Office of Surveillance and Epidemiology, Center for Drug Evaluation and Research, US Food and Drug Administration, Silver Spring, MD, United States.
Jacobs School of Medicine and Biomedical Sciences, Buffalo, NY, United States.
J Med Internet Res. 2024 Jun 6;26:e50274. doi: 10.2196/50274.
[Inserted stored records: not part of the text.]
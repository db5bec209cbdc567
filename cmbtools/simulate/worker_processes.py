"""Local worker processes that start cleanly, stop on Ctrl-C and never outlive their parent.

The Monte Carlo engine runs simulations in a pool of ``spawn`` processes.  Three
things here make that pool behave like a plain command:

* :func:`spawn_context` gives a start method that does not run the caller's
  script again in each worker when the work does not need it (a script without
  an ``if __name__ == "__main__":`` guard would otherwise run itself once per
  worker); :func:`main_module_needed` tells whether the pickled work refers to
  the script's own functions, which then must be imported.
* :func:`ignore_interrupts` leaves Ctrl-C (SIGINT, sent by a terminal to the
  whole process group) to the parent, which stops the run and reports it once.
* :func:`exit_with_parent` makes a worker exit when its parent dies, even by
  SIGKILL (the out-of-memory killer): on Linux the kernel sends the worker
  SIGKILL (``prctl(PR_SET_PDEATHSIG)``); everywhere a watchdog thread polls
  the parent's process id as well.
"""

from __future__ import annotations

import os
import signal
import sys
import threading

__all__ = ["spawn_context", "main_module_needed", "dead_workers", "ignore_interrupts", "exit_with_parent"]

#: Seconds between two checks of the watchdog thread.
WATCHDOG_INTERVAL = 1.0

_launching = threading.local()


def main_module_needed(job_bytes: bytes) -> bool:
    """True if the pickled work refers to something defined in the ``__main__`` module."""
    return b"__main__" in job_bytes


def _install_preparation_filter():
    """Wrap :func:`multiprocessing.spawn.get_preparation_data` once: while one of our processes is being
    launched (a per-thread flag), the data sent to the child do not ask it to import the main module."""
    from multiprocessing import spawn

    if getattr(spawn.get_preparation_data, "_cmbtools_filter", False):
        return
    original = spawn.get_preparation_data

    def get_preparation_data(name):
        data = original(name)
        if getattr(_launching, "without_main", False):
            data.pop("init_main_from_path", None)
            data.pop("init_main_from_name", None)
        return data

    get_preparation_data._cmbtools_filter = True
    spawn.get_preparation_data = get_preparation_data


def spawn_context(*, import_main: bool):
    """A ``spawn`` multiprocessing context; with ``import_main=False`` its processes skip the main module."""
    import multiprocessing

    if import_main or sys.platform == "win32":
        return multiprocessing.get_context("spawn")
    _install_preparation_filter()
    return _SpawnWithoutMainContext()


def _popen_without_main(process_obj):
    from multiprocessing.popen_spawn_posix import Popen

    _launching.without_main = True
    try:
        return Popen(process_obj)
    finally:
        _launching.without_main = False


from multiprocessing import context as _mp_context  # noqa: E402  (stdlib, cheap)


class _SpawnProcessWithoutMain(_mp_context.SpawnProcess):
    """A spawned process that does not import the parent's ``__main__`` module."""

    _start_method = "spawn"

    @staticmethod
    def _Popen(process_obj):
        return _popen_without_main(process_obj)


class _SpawnWithoutMainContext(_mp_context.SpawnContext):
    Process = _SpawnProcessWithoutMain


def dead_workers(pool) -> str:
    """A description of the worker processes of a ProcessPoolExecutor that have exited, or ''."""
    processes = getattr(pool, "_processes", None) or {}
    dead = [f"pid {p.pid} exit code {p.exitcode}" for p in list(processes.values()) if p.exitcode is not None]
    return "worker process died: " + ", ".join(dead) if dead else ""


def ignore_interrupts() -> None:
    """Ignore SIGINT in this process (a worker: its parent handles Ctrl-C)."""
    signal.signal(signal.SIGINT, signal.SIG_IGN)


def _set_parent_death_signal() -> bool:
    """Ask Linux to SIGKILL this process when its parent dies; False where that is not available."""
    if not sys.platform.startswith("linux"):
        return False
    try:
        import ctypes

        libc = ctypes.CDLL(None, use_errno=True)
        PR_SET_PDEATHSIG = 1
        return libc.prctl(PR_SET_PDEATHSIG, int(signal.SIGKILL), 0, 0, 0) == 0
    except (OSError, AttributeError):
        return False


def exit_with_parent(parent_pid: int, *, interval: float = WATCHDOG_INTERVAL) -> None:
    """Make this process exit as soon as the process ``parent_pid`` is no longer its parent."""
    _set_parent_death_signal()
    if os.getppid() != parent_pid:  # the parent died before the death signal was armed
        os._exit(1)

    def watch():
        import time

        while True:
            time.sleep(interval)
            if os.getppid() != parent_pid:
                os._exit(1)

    threading.Thread(target=watch, name="cmbtools-parent-watchdog", daemon=True).start()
Adverse drug reactions are a common cause of morbidity in health care. The US Food and Drug Administration (FDA) evaluates individual case safety reports of adverse events (AEs) after submission to the FDA Adverse Event Reporting System as part of its surveillance activities. Over the past decade, the FDA has explored the application of artificial intelligence (AI) to evaluate these reports to improve the efficiency and scientific rigor of the process. However, a gap remains between AI algorithm development and deployment. This viewpoint aims to describe the lessons learned from our experience and research needed to address both general issues in case-based reasoning using AI and specific needs for individual case safety report assessment. Beginning with the recognition that the trustworthiness of the AI algorithm is the main determinant of its acceptance by human experts, we apply the Diffusion of Innovations theory to help explain why certain algorithms for evaluating AEs at the FDA were accepted by safety reviewers and others were not. This analysis reveals that the process by which clinicians decide from case reports whether a drug is likely to cause an AE is not well defined beyond general principles. This makes the development of high performing, transparent, and explainable AI algorithms challenging, leading to a lack of trust by the safety reviewers. Even accounting for the introduction of large language models, the pharmacovigilance community needs an improved understanding of causal inference and of the cognitive framework for determining the causal relationship between a drug and an AE. We describe specific future research directions that underpin facilitating implementation and trust in AI for drug safety applications, including improved methods for measuring and controlling of algorithmic uncertainty, computational reproducibility, and clear articulation of a cognitive framework for causal inference in case-based reasoning.
药物不良反应是医疗保健中发病率的一个常见原因。美国食品和药物管理局(FDA)在将不良事件(AE)的个体病例安全报告提交给 FDA 不良事件报告系统后,对其进行评估,作为其监测活动的一部分。在过去的十年中,FDA 一直在探索人工智能(AI)在评估这些报告中的应用,以提高该过程的效率和科学严谨性。然而,人工智能算法的开发和部署之间仍然存在差距。本观点旨在描述从我们的经验和研究中吸取的教训,这些经验和研究既需要解决基于案例推理的人工智能应用中的一般问题,也需要解决个体病例安全报告评估的具体需求。首先认识到人工智能算法的可信度是其被人类专家接受的主要决定因素,我们应用创新扩散理论来帮助解释为什么 FDA 评估 AE 的某些算法被安全审查员接受,而其他算法则没有被接受。这项分析表明,临床医生从病例报告中判断药物是否可能引起 AE 的决策过程并不仅限于一般原则。这使得开发高性能、透明和可解释的人工智能算法具有挑战性,导致安全审查员缺乏信任。即使考虑到大型语言模型的引入,药物警戒界也需要更好地理解因果推断以及确定药物与 AE 之间因果关系的认知框架。我们描述了支持在药物安全应用中实施和信任人工智能的具体未来研究方向,包括改进算法不确定性、计算可重复性的测量和控制方法,以及明确阐明基于案例推理的因果推断的认知框架。